Les figures votives sont des offrandes à l’intention d’une divinité en vue d’en obtenir une protection ou des avantages dans l’existence, ou la réalisation d’un vœu. Elles impliquent une forme de privation ou d’effort de la part de l’offrant : enduits de cire anatomique, des fragments du corps de Marta Zgierska s’offrent (à nous) comme dans un sanctuaire (du culte de l’apparence).

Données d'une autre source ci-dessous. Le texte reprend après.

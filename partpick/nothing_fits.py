"""Nothing fits: which single limit, relaxed, would let a plan through, and what it would have to be."""

from __future__ import annotations

import math
from collections.abc import Callable, Iterator
from dataclasses import dataclass, replace

from partpick.candidates import realisable_coils
from partpick.errors import RequestError
from partpick.layouts import check_layout
from partpick.load_words import q_missed, q_words
from partpick.matching import has_divider, load_to_meet
from partpick.oscillating import MOST_PARTS, oscillator_keys
from partpick.parts import Catalogue
from partpick.progress import Monitor, Unsettled
from partpick.quantities import format_quantity
from partpick.rating_words import rating_words
from partpick.ratings import drive_of
from partpick.receiver import is_receiver, oscillators_alone, with_widest_tracking
from partpick.request import LEAST_WOUND, Band, CoilRules, Load, Request
from partpick.result import Candidate, RuledOut
from partpick.tuning import most_share
from partpick.tuning_range import beyond_reach
from partpick.unstated import unknown_drifts

LADDER = (1.1, 1.25, 1.5, 2.0, 3.0, 5.0, 1e6)  # how far Q and drift are eased, step by step, until a plan exists
LEADS_DECIDE = f"of a wound coil below {format_quantity(LEAST_WOUND, 'H')} the leads decide"
MOST_COILS = 3  # more together are not looked at one by one
MORE_IN_A_SET = 3  # capacitors tried beyond the size asked for
LARGE_TRANSCONDUCTANCE = 1e3  # S, of no device: start-up is left aside
CLOSE_MISS = 5  # times the error limit: up to here a wider error limit is the first thing to think of

Again = Callable[[Request, Catalogue, Monitor], Candidate | None]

La série est en cours. Sa réalisation implique un travail performatif de plus en plus éprouvant. L’inconfort de la cire chaude sur son corps s’ajoute aux attentions régulières des préparatifs de studio : mise en scène, mise en place, isolation de détails. Aux images de fragments de corps couverts de cire s’ajoutent désormais de véritables scènes d’intérieur, dont on ne saurait pas dire si ce sont d’aperçus de boudoir, de salon de beauté, d’atelier ou autre… Il pourrait s’agir de fragments d’une fiction d’anticipation, du côté de la dystopie, ou bien l’expression psychédélique à la Twin Peaks d’une histoire personnelle du culte de l’image. Avec ces images Marta éveille cette phrase que Louise Bourgeois faisait broder sur un tissu : « I have been to the hell and back and let me tell you it was wonderful ». On comprend que dans son processus de recherche, Marta éprouve le besoin et l’énergie de défaire les choses pièce par pièce, pour comprendre comment elles sont faites, comment elles fonctionnent, avant d’en reproduire les mécanismes. Leur reproduction subit les transformations et la force d’abstraction de la pensée. De ce fait, le miroir qui nous est proposé montre une image qui choque : sa réalité invoque ce qu’il y a de brutal dans la sublimation de la beauté.